#### Your assignment:
In the records below, find the line containing "tolerance : float" and the line containing "its exact ends;"; please repeat exactly the lines from one to the other, both included, and nothing more.

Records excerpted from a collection

···

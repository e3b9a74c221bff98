"""From a run folder to numbers: time averages with errors, steady-state detection, summaries, power-law fits, regimes, the spectral tail."""
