@dataclass(frozen=True)
class GrowthOptions:
    """Settings of the phase finder and the fit.

    Attributes
    ----------
    tolerance : float
        Largest distance of ``ln A`` from a line within a phase (0.02: 2% in
        amplitude; a choice of this tool).
    confidence : float
        Level of the intervals (0.95).
    min_records : int
        Fewest records in a phase (8; also the fewest a segment must hold).
    min_efolds : float
        Least growth of ``ln A`` over a phase (1 e-fold), so that a flat or
        decaying stretch is not taken for growth.
    end_trim : float
        Fraction of a phase's duration dropped at either end for the ends part
        of the uncertainty (0.25).
    max_points : int
        Candidate phase ends on a longer series are spread evenly over its
        records (400), then each chosen phase is extended record by record to
        its exact ends; the straightness check always uses every record.
    segment : int or None
        Segment of the series (``None``: the last; see tools/analysis/segments.py).
    """

    tolerance: float = 0.02
    confidence: float = 0.95
    min_records: int = 8
    min_efolds: float = 1.0
    end_trim: float = 0.25
    max_points: int = 400
    segment: int | None = None

    def __post_init__(self):
        checks = (("tolerance", self.tolerance > 0, "a number > 0"),
                  ("confidence", 0 < self.confidence < 1, "a number between 0 and 1"),
                  ("min_records", self.min_records >= 3, "a whole number >= 3"),
                  ("min_efolds", self.min_efolds > 0, "a number > 0"),
                  ("end_trim", 0 < self.end_trim < 0.5, "a number between 0 and 0.5"),
                  ("max_points", self.max_points >= 10, "a whole number >= 10"))
        for name, ok, allowed in checks:
            value = getattr(self, name)
            if not (isinstance(value, (int, float)) and math.isfinite(value) and ok):
                raise GrowthError(f"{name}: must be {allowed}, got {value!r}")


# --------------------------------------------------------------------- straight stretches
def _width(t, y, s):
    r = y - s * t
    return float(r.max() - r.min())


def chebyshev_halfwidth(t, y, limit=None):
    """``min over lines c + s t of max_k |y_k - c - s t_k|`` (the minimax line fit).

    For a slope ``s`` the best offset leaves the half range of ``y - s t``, so
    the half-width is ``min_s W(s)/2`` with ``W(s) = max(y - s t) - min(y - s t)``,
    convex and piecewise linear in ``s``. Its minimum lies between the smallest
    and largest slope of consecutive records (the extreme pairwise slopes of
    points sorted in ``t``) and is found by bisection on the sign of the
    subgradient ``t[argmin] - t[argmax]``. With ``limit`` given, the search
    stops as soon as a line within ``limit`` is found (the answer is then an
    upper bound at most ``limit``). ``t`` must increase.
    """
    t = np.asarray(t, dtype=float)
    y = np.asarray(y, dtype=float)
    if t.size < 3:
        return 0.0
    tc = t - t.mean()  # centred: W(s) does not depend on the origin, round-off does
    ds = np.diff(y) / np.diff(tc)
    lo, hi = float(ds.min()), float(ds.max())
    best = min(_width(tc, y, lo), _width(tc, y, hi))
    if limit is not None:
        sl = float(np.polyfit(tc, y, 1)[0])  # least squares: usually near the optimum
        best = min(best, _width(tc, y, sl))
        if best <= 2 * limit:
            return best / 2
    for _ in range(200):
        if hi - lo <= 1e-15 * max(abs(lo), abs(hi), 1.0):
            break
        s = 0.5 * (lo + hi)
        r = y - s * tc
        imax, imin = int(np.argmax(r)), int(np.argmin(r))
        best = min(best, float(r[imax] - r[imin]))
        if limit is not None and best <= 2 * limit:
            break
        g = tc[imin] - tc[imax]  # dW/ds
        if g > 0:
            hi = s
        elif g < 0:
            lo = s
        else:
            break
    return best / 2
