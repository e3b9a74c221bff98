"""Regime classification of a run from its measured, time-averaged quantities.

The four regimes of docs/equations.md#regimes, seen as ``BPe`` grows at fixed
``Re``, are told apart with four numbers computed from a run summary:

``isotropy``
    ``w_rms / sqrt((u_rms^2 + v_rms^2) / 2)``: 1 for isotropic velocity,
    small when vertical motion is suppressed.
``eta``
    Mixing efficiency ``-J / (eps - J)`` (time average).
``eps_cv``
    Intermittency of the dissipation: coefficient of variation
    ``std(eps) / mean(eps)`` of the dissipation time series over the
    averaging window.
``viscous_ratio``
    ``Lz_turb / l_nu`` with the viscous vertical scale
    ``l_nu = 2 pi / sqrt(Re u_h)``, ``u_h = sqrt((u_rms^2 + v_rms^2)/2)``:
    ``(viscous_ratio)^2 = Re u_h (Lz_turb / 2 pi)^2`` is the Reynolds number
    of the vertical shear over a layer, taking the case's unit length as the
    horizontal scale. Below 1, vertical viscous diffusion across a layer is
    faster than horizontal advection: viscously dominated layers.

Decision, in this order (first match wins):

1. any of the four numbers is not finite -> ``'undetermined'``;
2. ``viscous_ratio < viscous_ratio_min`` -> ``'viscous_layers'``;
3. ``isotropy >= isotropy_min`` -> ``'isotropic'``;
4. ``eps_cv > eps_cv_max`` or ``eta < eta_min`` -> ``'intermittent'``;
5. otherwise -> ``'stratified_turbulence'``.

Before these rules, :func:`flow_state` looks at the time series for a flow
that is not turbulent at all, whose label is then what it is:

* ``'growing'``: the departure from the laminar flow ``u = U_L sin(kf y)``,
  measured by ``q = sqrt(v_rms^2 + w_rms^2)`` (both vanish in the laminar
  flow), grows by more than :data:`GROWTH_FACTOR` (10) over the window, by a
  least-squares fit of ``ln q`` against ``t``: a linear instability still
  growing, not a statistically steady state;
* ``'laminar'``: otherwise, when ``q`` stays below :data:`LAMINAR_RATIO`
  (1e-3) of ``u_rms`` over the whole window.

Neither label is "intermittent", and the Kolmogorov-scale resolution test
(``kmax eta_K``) does not apply to them: a laminar or growing flow is
resolved when its few modes are (the spectral tail test still applies).
Both numbers are a choice of this tool, not a published criterion.

Default thresholds (:class:`RegimeThresholds`): ``viscous_ratio_min = 1``,
``isotropy_min = 0.6``, ``eps_cv_max = 0.5``, ``eta_min = 0.2``. These are a
choice made for this tool, guided by the regime descriptions of docs/equations.md#regimes
(mixing efficiency about 0.4 in stratified turbulence, falling in the
intermittent regime); they are **not** a published criterion. Override them
per study (``RegimeThresholds.from_yaml``).
"""
from __future__ import annotations

import math
from dataclasses import asdict, dataclass, fields

import yaml

import numpy as np

__all__ = ["RegimeThresholds", "RegimeResult", "regime_numbers", "classify", "REGIMES",
           "flow_state", "FLOW_REASONS", "GROWTH_FACTOR", "LAMINAR_RATIO"]

#: Labels returned by :func:`classify`.
REGIMES = ("isotropic", "stratified_turbulence", "intermittent", "viscous_layers", "undetermined")

#: Growth of ``sqrt(v_rms^2 + w_rms^2)`` over the window above which a run is 'growing'.
GROWTH_FACTOR = 10.0
#: ``sqrt(v_rms^2 + w_rms^2) / u_rms`` below which (throughout) a run is 'laminar'.
LAMINAR_RATIO = 1e-3

FLOW_REASONS = {
    "growing": f"departure from the laminar flow grows by more than {GROWTH_FACTOR:g} over the window",
    "laminar": f"departure from the laminar flow below {LAMINAR_RATIO:g} of u_rms throughout",
}


def flow_state(t, series):
    """``'growing'``, ``'laminar'`` or ``''`` (turbulent or unknown) from the series
    ``u_rms``, ``v_rms``, ``w_rms`` over times ``t`` (rules in the module docstring)."""
    if not all(k in series for k in ("u_rms", "v_rms", "w_rms")) or len(t) < 2:
        return ""
    n = len(t)
    u, v, w = (np.asarray(series[k], dtype=float)[-n:] for k in ("u_rms", "v_rms", "w_rms"))
    t = np.asarray(t, dtype=float)
    q = np.sqrt(v * v + w * w)
    ok = np.isfinite(q) & np.isfinite(u)
    if np.count_nonzero(ok) < 2:
        return ""
    t, q, u = t[ok], q[ok], u[ok]
    pos = q > 0
    if np.count_nonzero(pos) >= 2 and t[pos][-1] > t[pos][0]:
        rate = np.polyfit(t[pos], np.log(q[pos]), 1)[0]
        if rate * (t[pos][-1] - t[pos][0]) > math.log(GROWTH_FACTOR):
            return "growing"
    if np.all(q <= LAMINAR_RATIO * u) and np.any(u > 0):
        return "laminar"
    return ""

_NEEDED = ("u_rms", "v_rms", "w_rms", "eta", "eps_cv", "Lz_turb", "Re")


@dataclass(frozen=True)
class RegimeThresholds:
    """Thresholds of :func:`classify` (a choice of this tool, see module doc).

    Attributes
    ----------
    viscous_ratio_min : float
        Below this ``Lz_turb / l_nu`` the run is ``'viscous_layers'``.
    isotropy_min : float
        At or above this ``w_rms / u_h`` the run is ``'isotropic'``.
    eps_cv_max : float
        Above this coefficient of variation of ``eps`` the run is
        ``'intermittent'``.
    eta_min : float
        Below this mixing efficiency the run is ``'intermittent'``.
    """

    viscous_ratio_min: float = 1.0
    isotropy_min: float = 0.6
    eps_cv_max: float = 0.5
    eta_min: float = 0.2

    def __post_init__(self):
        for f in fields(self):
            v = getattr(self, f.name)
            if isinstance(v, bool) or not isinstance(v, (int, float)) or not math.isfinite(v) or v < 0:
                raise ValueError(f"regime threshold '{f.name}' must be a finite number >= 0, got {v!r}")

    @classmethod
    def from_dict(cls, data, source="thresholds"):
        """Build from a mapping; unknown keys are an error naming the key."""
        if data is None:
            return cls()
        if not isinstance(data, dict):
            raise ValueError(f"{source}: expected a mapping of threshold names to numbers")
        allowed = [f.name for f in fields(cls)]
        for key in data:
            if key not in allowed:
                raise ValueError(f"{source}: unknown regime threshold '{key}'; allowed: {', '.join(allowed)}")
        return cls(**data)

    @classmethod
    def from_yaml(cls, path):
        """Load from a YAML file holding a mapping (missing keys keep defaults)."""
        with open(path) as fh:
            data = yaml.safe_load(fh)
        return cls.from_dict(data, source=str(path))

    def as_dict(self):
        """Return the thresholds as a plain dict."""
        return asdict(self)


@dataclass(frozen=True)
class RegimeResult:
    """Label and the numbers that produced it.

    Attributes
    ----------
    label : str
        One of :data:`REGIMES`.
    numbers : dict
        ``isotropy``, ``eta``, ``eps_cv``, ``viscous_ratio``.
    reason : str
        The rule that fired, with the values compared.
    thresholds : dict
    """

    label: str
    numbers: dict
    reason: str
    thresholds: dict


def _num(summary, key):
    if key not in summary:
        raise ValueError(f"run summary lacks '{key}'; regime classification needs: {', '.join(_NEEDED)}")
    try:
        return float(summary[key])
    except (TypeError, ValueError):
        return float("nan")


def regime_numbers(summary):
    """The four classification numbers from a summary mapping.

    Parameters
    ----------
    summary : mapping
        Needs ``u_rms, v_rms, w_rms, eta, eps_cv, Lz_turb, Re``.

    Returns
    -------
    dict
        ``isotropy``, ``eta``, ``eps_cv``, ``viscous_ratio`` (NaN where
        undefined, e.g. no horizontal motion).
    """
    u, v, w = (_num(summary, k) for k in ("u_rms", "v_rms", "w_rms"))
    re, lz = _num(summary, "Re"), _num(summary, "Lz_turb")
    uh = math.sqrt((u * u + v * v) / 2.0) if math.isfinite(u) and math.isfinite(v) else float("nan")
    nan = float("nan")
    iso = w / uh if uh > 0 else nan
    ratio = lz * math.sqrt(re * uh) / (2.0 * math.pi) if (uh > 0 and re > 0) else nan
    return {"isotropy": iso, "eta": _num(summary, "eta"), "eps_cv": _num(summary, "eps_cv"), "viscous_ratio": ratio}


def classify(summary, thresholds=None):
    """Regime label of a run summary (rules in the module docstring).

    Parameters
    ----------
    summary : mapping
        Needs ``u_rms, v_rms, w_rms, eta, eps_cv, Lz_turb, Re``.
    thresholds : RegimeThresholds or dict, optional

    Returns
    -------
    RegimeResult
    """
    if thresholds is None:
        thresholds = RegimeThresholds()
    elif isinstance(thresholds, dict):
        thresholds = RegimeThresholds.from_dict(thresholds)
    th = thresholds
    n = regime_numbers(summary)
    bad = [k for k, v in n.items() if not math.isfinite(v)]
    if bad:
        label, reason = "undetermined", f"not finite: {', '.join(bad)}"
    elif n["viscous_ratio"] < th.viscous_ratio_min:
        label, reason = "viscous_layers", f"viscous_ratio {n['viscous_ratio']:.3g} < {th.viscous_ratio_min:g}"
    elif n["isotropy"] >= th.isotropy_min:
        label, reason = "isotropic", f"isotropy {n['isotropy']:.3g} >= {th.isotropy_min:g}"
    elif n["eps_cv"] > th.eps_cv_max:
        label, reason = "intermittent", f"eps_cv {n['eps_cv']:.3g} > {th.eps_cv_max:g}"
    elif n["eta"] < th.eta_min:
        label, reason = "intermittent", f"eta {n['eta']:.3g} < {th.eta_min:g}"
    else:
        label, reason = "stratified_turbulence", (
            f"isotropy {n['isotropy']:.3g} < {th.isotropy_min:g}, eps_cv {n['eps_cv']:.3g} <= "
            f"{th.eps_cv_max:g}, eta {n['eta']:.3g} >= {th.eta_min:g}"
        )
    return RegimeResult(label=label, numbers=n, reason=reason, thresholds=th.as_dict())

···

#### Answer box:
    tolerance : float
        Largest distance of ``ln A`` from a line within a phase (0.02: 2% in
        amplitude; a choice of this tool).
    confidence : float
        Level of the intervals (0.95).
    min_records : int
        Fewest records in a phase (8; also the fewest a segment must hold).
    min_efolds : float
        Least growth of ``ln A`` over a phase (1 e-fold), so that a flat or
        decaying stretch is not taken for growth.
    end_trim : float
        Fraction of a phase's duration dropped at either end for the ends part
        of the uncertainty (0.25).
    max_points : int
        Candidate phase ends on a longer series are spread evenly over its
        records (400), then each chosen phase is extended record by record to
        its exact ends; the straightness check always uses every record.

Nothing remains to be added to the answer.